Esta alumna me presentó una excusa (por qué faltó el otro día). No (se)* la* creo.


----------



## anahiseri

Alemanita said:


> Interesante,
> Yo diría:
> Esta alumna miente mucho. No *le* creo.
> Esta alumna me presentó una excusa (por qué faltó el otro día). No (se)* la* creo.

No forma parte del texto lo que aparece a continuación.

"""The energy of one reaction written by hand among a network's compounds (``tfa dg
--network``): the compounds' energies as the network fixes them, at the given conditions."""

from __future__ import annotations

import math
from typing import Mapping

import cobra

from ..conditions import Conditions
from ..errors import InputError, MissingDataError, UnknownCompoundError
from ..thermo.balance import parse_formula
from ..thermo.database import ThermoDatabase
from .compartments import standard_state_words
from .compound_table import extend_unique
from .energies import _kind_of, _note, checked_estimate, compound_energies
from .roles import without_activity


def network_reaction_energy(model: cobra.Model, conditions: Conditions, equation: str,
                            activities: Mapping[str, float] | None = None,
                            db: ThermoDatabase | None = None, literature=None,
                            estimate: bool = True, compartments: Mapping | None = None):
    """ΔrG'° and ΔrG' of any reaction over a network's compounds, from the network's own data.

    The compounds are named by metabolite id, name, synonym or thermo key; their energies are
    those the network uses (:func:`compound_energies`: species data, its own reaction values
    reconciled, estimates), so this answers "what does this network take for this reaction".
    ``compartments`` (compartment id -> :class:`tfa.conditions.Compartment`, the environment's)
    put compounds outside the cell at their compartment's pH and potential; the flags state the
    reference of a reaction across the membrane, or that a compartment has no stated pH.

    Returns
    -------
    tfa.thermo.database.ReactionEnergyResult
        With ``status`` and ``audit_flags``; ``compounds`` is empty (the per-compound energies are
        in :func:`compound_energies`).

    Raises
    ------
    UnknownCompoundError
        A name that is no compound of the network (with close matches).
    UnbalancedReactionError
        The reaction does not balance over the network's formulas and charges.
    MissingDataError
        The network's data do not fix the reaction's energy.
    """
    import difflib

    from ..equation import format_equation, parse_equation
    from ..thermo.balance import check_balance, require_balanced
    from ..thermo.compounds import normalise_name
    from ..thermo.database import ReactionEnergyResult

    db = db or ThermoDatabase.load()
    index: dict[str, str] = {}
    for met in model.metabolites:
        names = [met.id, met.name, _note(met, "thermo_key")] + _note(met, "synonyms").split(";")
        for name in names:
            if name and name.strip():
                index.setdefault(normalise_name(name), met.id)

    def resolve(name: str) -> str:
        key = normalise_name(name)
        if key in index:
            return index[key]
        close = difflib.get_close_matches(key, list(index), n=5, cutoff=0.6)
        matches = tuple(dict.fromkeys(index[k] for k in close))
        hint = f"; did you mean: {', '.join(matches)}?" if matches else ""
        raise UnknownCompoundError(f"'{name}' is no compound of network {model.id}{hint} Write a "
                                   "metabolite id, name or synonym of its compounds table",
                                   name=name, matches=matches)

    parsed = parse_equation(equation)
    net: dict[str, float] = {}
    for name, nu in parsed.stoichiometry().items():
        met_id = resolve(name)
        net[met_id] = net.get(met_id, 0.0) + nu
    net = {m: n for m, n in net.items() if abs(n) > 1e-12}
    text = format_equation(net, "<=>" if parsed.arrow == "=" else parsed.arrow)
    mets = {m: model.metabolites.get_by_id(m) for m in net}
    formulas = {m: (parse_formula(met.formula or "", where=f"compound '{m}'")[0],
                    int(met.charge or 0)) for m, met in mets.items()}
    balance = check_balance(net, formulas)
    require_balanced(balance, text, where=f"network {model.id}")
    import types

    setting = types.SimpleNamespace(conditions=conditions, compartments=dict(compartments or {}))
    table = compound_energies(model, setting, db, literature, estimate=estimate)
    energy = checked_estimate(table.reaction_energy("equation", net), table)
    state = standard_state_words(table, net)
    if not math.isfinite(energy.standard):
        raise MissingDataError(f"network {model.id} does not fix the energy of {text}: "
                               f"{energy.provenance}")
    fixed = without_activity(model, _kind_of(db))
    used: dict[str, float] = {}
    flags: list[str] = []
    given = {resolve(k): float(v) for k, v in (activities or {}).items()}
    for m in given:
        if m not in net or m in fixed:
            raise InputError(f"activity given for '{m}', which is not a variable compound of the "
                             "reaction (water and H+ are fixed); remove it")
    actual = energy.standard
    for m, nu in net.items():
        if m in fixed:
            continue
        a = given.get(m, 1.0)
        if not (math.isfinite(a) and a > 0):
            raise InputError(f"activity of '{m}' must be a positive number (mol/L or bar)")
        used[m] = a
        actual += nu * conditions.RT * math.log(a)
    defaulted = [m for m in used if m not in given]
    if defaulted:
        flags.append("activity 1 (standard state) used for " + ", ".join(defaulted))
    if state:
        flags.append(f"reference of the standard energy: {state}")
    from .compartments import cell_compartment

    cell = cell_compartment(model)
    unstated = sorted({mets[m].compartment for m in net if mets[m].compartment
                       and mets[m].compartment != cell} - set(setting.compartments))
    if unstated:
        flags.append(f"compartment(s) {', '.join(unstated)} have no stated pH: taken at the "
                     f"cell's pH {conditions.ph:g} with membrane potential 0 (give the network's "
                     "environment with [compartments.ID])")
    sources: list[str] = []
    for m in net:
        extend_unique(sources, table.compounds[m].sources)
    return ReactionEnergyResult(text, net, energy.standard, actual, energy.uncertainty, balance,
                                tuple(sources), (f"network {model.id}: {energy.source}; "
                                                 f"{energy.provenance}",),
                                tuple(flags), used, conditions, {}, energy.status,
                                energy.audit_flags)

A mí me pasa lo mismo, me entra la duda con muchos verbos españoles. Tampoco estoy segura de sí se dice "yo la ayudo"   o "yo le ayudo". Supongo que esto nos ocurre a muchos hispanohablantes (de hecho se habla de laismo y de leismo) porque nuestra lengua en realidad no se declina, solo quedan estos vestigios en los pronombres, y entonces con el tiempo vamos perdiendo la intuición del caso correcto.


----------



## anahiseri

Por cierto, en el DRAE pone que "creer" es intransitivo con respecto a la persona, o sea: yo le creo a ella.


----------



## Alemanita

anahiseri said:


> "yo la ayudo" o "yo le ayudo".


En este caso yo lo uso así: 
Ella necesita mi ayuda, por eso la ayudo.
Veo a una anciana cargando una bolsa muy pesada y pregunto: ¿La ayudo, señora?
Ella quiere cocinar y yo le ayudo a cortar la verdura.
Veo a una anciana que quiere cruzar la calle y pregunto: ¿Le ayudo a cruzar la calle, abuela?
Saluditos.-


----------



## Peterdg

anahiseri said:


> Por cierto, en el DRAE pone que "creer" es intransitivo con respecto a la persona, o sea: yo le creo a ella.

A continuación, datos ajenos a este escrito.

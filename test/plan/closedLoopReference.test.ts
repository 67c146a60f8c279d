import { describe, expect, test } from "vitest";
import { parse } from "yaml";
import { type RetryPlanReport, defaultCircuitModels, planRetries } from "../../src/index.js";
import { createOdexSolver } from "../../src/circuits/loadOdex.js";
import { expectClose } from "../helpers/expectClose.js";
import { DANGER_STEP, bundledText, loadAs } from "./closedLoopFixtures.js";

// An independent reference for the retry planner's fastest safe schedule: the part's thermal
// network is integrated as an ordinary differential equation by odex (Hairer and Wanner's
// extrapolation code, a general-purpose solver from the npm registry), with no project thermal
// or circuit code. Each Foster stage i (R_i, τ_i) is the lumped first-order system
//   dθ_i/dt = (P(t)·R_i − θ_i)/τ_i,   junction rise = Σ θ_i
// (Incropera et al., Fundamentals of Heat and Mass Transfer, 7th ed. (2011), §5.2, lumped
// capacitance, one equation per stage). The power is worked out by hand from the profile's
// circuit: into a shorted output the bus is held at 0 V, so the series resistor R carries
// I = Vs/(R + Rsrc) and dissipates P = I²·R for the whole completion timeout (Ohm's and Joule's
// laws). Values are read from the bundled YAML files with the yaml package and a unit table here.

/** SI value of a quantity as the bundled files write it ("40 ms", "0.35 K/W", "60 mohm", "45 degC"). */
function si(q: string | number): number {
  if (typeof q === "number") return q;
  const [value, unit] = q.trim().split(/\s+/);
  const scale: Record<string, number> = { s: 1, ms: 1e-3, "K/W": 1, K: 1, V: 1, ohm: 1, mohm: 1e-3, degC: 1 };
  const k = scale[unit!];
  if (k === undefined) throw new Error(`no unit "${unit}" in the test's table`);
  return Number(value) * k;
}

interface Reference {
  /** junction temperature at the end of each attempt [°C] */
  readonly attemptEndC: number[];
  /** highest junction temperature at any step odex took, over the whole history and a tail [°C] */
  readonly peakC: number;
}

/**
 * Integrate the Foster stages through attempts of `powerW` lasting `onS`, the k-th wait after
 * attempt k's end, then a tail of `tailS`. Each stretch of constant power is one odex run in
 * stretch-local time scaled to [0, 1] (odex wants unit-size problems), at 1e-12 relative and
 * absolute tolerance; the state is carried from stretch to stretch.
 */
function integrateSchedule(stages: readonly { r: number; tau: number }[], ambientC: number, powerW: number, onS: number, waitsS: readonly number[], tailS: number): Reference {
  const theta = stages.map(() => 0);
  let peakK = 0;
  const attemptEndC: number[] = [];
  const stretch = (lengthS: number, p: number): void => {
    if (!(lengthS > 0)) return;
    const solver = createOdexSolver(stages.length);
    solver.relativeTolerance = 1e-12;
    solver.absoluteTolerance = 1e-12;
    solver.maxSteps = 1e6;
    const f = (_x: number, y: number[]): number[] => stages.map((s, i) => (lengthS * (p * s.r - y[i]!)) / s.tau);
    const out = solver.solve(f, 0, [...theta], 1, (_n, _xOld, _x, y) => {
      peakK = Math.max(peakK, y.reduce((a, b) => a + b, 0));
    });
    expect(out.outcome).toBe(0);
    out.y.forEach((v, i) => (theta[i] = v));
    peakK = Math.max(peakK, theta.reduce((a, b) => a + b, 0));
  };
  for (let k = 0; k <= waitsS.length; k++) {
    stretch(onS, powerW);
    attemptEndC.push(ambientC + theta.reduce((a, b) => a + b, 0));
    if (k < waitsS.length) stretch(waitsS[k]!, 0);
  }
  stretch(tailS, 0);
  return { attemptEndC, peakC: ambientC + peakK };
}

interface ShortedPart {
  readonly stages: { r: number; tau: number }[];
  readonly ambientC: number;
  readonly allowedC: number;
  readonly powerW: number;
  readonly timeoutS: number;
}

/** The bundled profile's resistor, network and shorted-output power, read from the YAML files. */
function shortedPart(name: string): ShortedPart {
  const profile = parse(bundledText(name)) as Record<string, any>;
  const part = profile["parts"][0];
  const network = parse(bundledText(part.network)) as { form: string; stages: { r: string; tau: string }[] };
  expect(network.form).toBe("foster");
  const c = profile["circuit"];
  expect(c.topology).toBe("series-resistor");
  const vs = si(c.busVoltage);
  const r = si(c.resistance);
  const current = vs / (r + si(c.sourceResistance ?? 0));
  return {
    stages: network.stages.map((s) => ({ r: si(s.r), tau: si(s.tau) })),
    ambientC: si(profile["ambient"]),
    allowedC: si(part.limits.maxTemperature) - si(part.limits.margin),
    powerW: current * current * r,
    timeoutS: si(c.completion.timeout),
  };
}

const plans = new Map<string, RetryPlanReport>();
const planOf = (name: string): RetryPlanReport => {
  if (!plans.has(name)) plans.set(name, planRetries(loadAs(bundledText(name), name), defaultCircuitModels));
  return plans.get(name)!;
};

describe("fastest safe schedule against an odex integration of the Foster network", () => {
  test.each([{ name: "warehouse-robot-48v.yaml" }, { name: "electric-boat-72v-supervision.yaml" }])("$name: every attempt's peak, the history's peak, and 2 % shorter waits", ({ name }) => {
    const part = shortedPart(name);
    const plan = planOf(name);
    const corner = plan.fastest.perCorner;
    expect(corner).toHaveLength(1);
    const waits = plan.fastest.schedule.slice(1).map((s) => s.waitS!);
    const ref = integrateSchedule(part.stages, part.ambientC, part.powerW, part.timeoutS, waits, 30);
    // Tolerance 1e-7 K: odex at 1e-12 on states of up to ~130 K, over some tens of stretches,
    // measured within 4e-10 K of the planner's closed-form modal sums; 1e-7 K leaves room for the
    // solver's error control and is far below the 0.2 K a 2 % shorter wait adds.
    corner[0]!.attempts.forEach((a, k) => {
      expect(a.durationS).toBe(part.timeoutS);
      // a Foster stage under constant power approaches P·R_i from below and decays after, so an
      // attempt's own peak is at its end
      expectClose(ref.attemptEndC[k]!, a.peakC, { abs: 1e-7 });
    });
    // the highest temperature odex saw anywhere is an attempt's end, at limit − margin (the
    // planner's bisection stops on the safe side, within 1e-8 K here)
    expectClose(ref.peakC, Math.max(...ref.attemptEndC), { abs: 1e-9 });
    expect(ref.peakC).toBeLessThanOrEqual(part.allowedC + 1e-7);
    expectClose(ref.peakC, part.allowedC, { abs: 1e-7 });
    // and the same schedule with every wait 2 % shorter goes past limit − margin in the reference too
    const sooner = integrateSchedule(part.stages, part.ambientC, part.powerW, part.timeoutS, waits.map((w) => w * (1 - DANGER_STEP)), 30);
    expect(sooner.peakC).toBeGreaterThan(part.allowedC + 0.1);
  });
});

Las dos posibilidades son correctas: "No la/le creo".

Eso es lo que dice el DPD (Diccionario panhispánico de dudas).


> *Cuando aparece únicamente el complemento de persona*, este puede interpretarse de dos modos: *como indirecto*, suponiendo una omisión del complemento directo por consabido: _«La rubia más alta respondió “sí”_ [...]_. Nadie le creyó»_ (_Clarín_ [Arg.] 3.2.97); *o como directo*: _«Lo dijo con tanta seriedad que todo el mundo la creyó»_ (Ocampo _Cornelia_ [Arg. 1988]). *Esta última construcción, perfectamente correcta*, admite sin problemas la pasiva: _«En sus ojos brillaba la necesidad de ser creída»_ (Mendoza _Verdad_ [Esp. 1975]).


(La negrita es mía)


----------



## user625148

Gracias a todos por las respuestas. El tema de los pronombres con dativo/acusativo es uno de mis puntos pendientes porque no consigo entenderlo. Si conocéis algún lugar donde se explique bien, agradecería mucho que me lo comunicarais.


----------